I have to imagine that they’re very different from desktop GPUs. Perhaps they’re custom-made GPUs with a better form factor for 1U servers.

mshappe · January 17, 2017, 6:46pm

Oh, I understand the reasons and even agree with most of them, but there are consequences, and one of them is the concentration we’ve both noticed. There are also, as you indirectly point out, a relatively few people who actually understand the magic of efficient transport logistics, because there are companies who specialise in it, and generally the people who work for those companies learn about it.

For those of us who need access to such services, this is a good thing–I know how to be a system administrator, but I’d just as soon focus on writing software and being able to just push that software out to some receptacle that’s ready to receive it and run it, and not worry about running that receptacle.

Jay_Koerner · January 17, 2017, 7:21pm

300w cards no, that would be near exclusive to 3-4u servers, but i have seen 1u servers with 4 single slot 150w(pcie alone allows 150w to be pulled through the slot) quadro/firepro cards, 2 in the back 2 in the front with a riserboard to connect them

Robert_Slaney · January 17, 2017, 10:32pm

Have you considered a water cooling solution instead of air.
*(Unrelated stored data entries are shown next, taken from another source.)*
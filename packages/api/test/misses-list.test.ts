import { readFileSync } from 'node:fs';
import { getConnectionToken } from '@nestjs/sequelize';
import { CAUSES, MISS_STATUSES, RULE_GROUPS } from '@workback/core';
import { QueryTypes } from 'sequelize';
import type { Sequelize } from 'sequelize-typescript';
import { afterAll, beforeAll, describe, expect, it } from 'vitest';
import * as search0014 from '../src/database/migrations/0014-miss-search-by-household.js';
import * as search0015 from '../src/database/migrations/0015-miss-search-merged.js';
import { studentIds } from './support/photos.js';
import {
  type Client,
  DEMO,
  registered,
  signedIn,
  startTestApp,
  type TestApp,
} from './support/test-app.js';

interface Seeded {
  id: number;
  studentId: number;
  occurredOn: string;
  cause: string;
  status: string;
  problem: string;
  explanation: string;
  skills: string[];
  ruleIds: string[];
}

let t: TestApp;
let parent: Client;
let seeded: Seeded[];
let ada: number;
let bo: number;

// sub.borrow-from-zero: 1300 − 522 written 878, the 0 made a 9 (the rule catalog's own example).
const ZERO_FAMILY = RULE_GROUPS[0]!.ruleIds;

const PROBLEMS: [string, string][] = [
  ['304 - 75', '139'],
  ['81 - 38', '57'],
  ['58 + 67', '115'],
  ['A jar holds 50% more beans than a cup. How many?', '12'],
  ['46 + 38', '74'],
  ['1300 - 522', '878'],
];

beforeAll(async () => {
  t = await startTestApp({ SIGN_IN_LIMIT_PER_MINUTE: '1000' });
  parent = await registered(t, 'lists@example.test', 'List household');
  ada = (await parent.post('/api/students', { name: 'Ada', gradeLevel: '3' }).expect(201)).body.id;
  bo = (await parent.post('/api/students', { name: 'Bo', gradeLevel: '5' }).expect(201)).body.id;
  seeded = [];
  for (let i = 0; i < 30; i++) {
    const [problem, answer] = PROBLEMS[i % PROBLEMS.length]!;
    const res = await parent.post('/api/misses', {
      studentId: i % 3 === 0 ? bo : ada,
      occurredOn: `2025-01-${String(1 + (i % 20)).padStart(2, '0')}`,
      problem,
      answer,
      explanation: i % 6 === 0 ? `I carried the one, take ${i}` : `take ${i}: I_forgot`,
      cause: CAUSES[i % CAUSES.length],
      status: MISS_STATUSES[i % MISS_STATUSES.length],
      skills: i % 4 === 0 ? ['skill.alpha'] : ['skill.beta', 'skill.gamma'],
    });
    expect(res.status, res.text).toBe(201);
    seeded.push(res.body as Seeded);
  }
});
afterAll(() => t.close());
Then you could consolidate your radiators for the entire stack

Bense · January 18, 2017, 4:30am

I always wanted to do watercooling on a 1U.

I ran into a lot of this when I was playing with lots of BOINC projects. Inspired me to build this.

codinghorror · January 18, 2017, 12:03pm

I don’t think many (any?) SuperMicro server motherboard BIOSes implement the ability to undervolt?

If your server will be idle most of the time the low power states on Haswell and beyond are quite good, so undervolting won’t buy you much there. Under load, undervolting would help… but it would also require a lot of stability testing to verify that you are still stable under heavy loads with reduced voltage.

Which would be fine, if cloud prices and performance could get a bit closer to rack-it-yourself. There is more fuss, absolutely, but if you need super high performance, clouds are awful at this currently. (They are great at “spin me up a thousand of X”, if you can afford it, and if your stuff actually scales that way.)

In a 1U server? Has anyone ever done that, and what would it look like? I’m not aware of any water cooling in 1U servers.

codinghorror · January 18, 2017, 12:08pm

Aha @thw0rted I found a video of the Dell C4130 Nick referenced. Here’s the layout.

It’s SUUUUPER long (deep?), so it can indeed accommodate up to four full size GPUs and two CPUs!

Dell put up a bunch of videos about it, if you want to see more: https://www.youtube.com/results?search_query=dell+poweredge+c4130

ralphtice · January 18, 2017, 3:37pm

I can’t get past your premise that your workload is better suited to fewer cores of higher clock speed. You linked to discourse.org, which is a Rails application. The only piece of application architecture that would benefit from clock speed is Redis, but that shouldn’t be where your main bottleneck is anyway.

So what point are you trying to make regarding clock speed and your workload?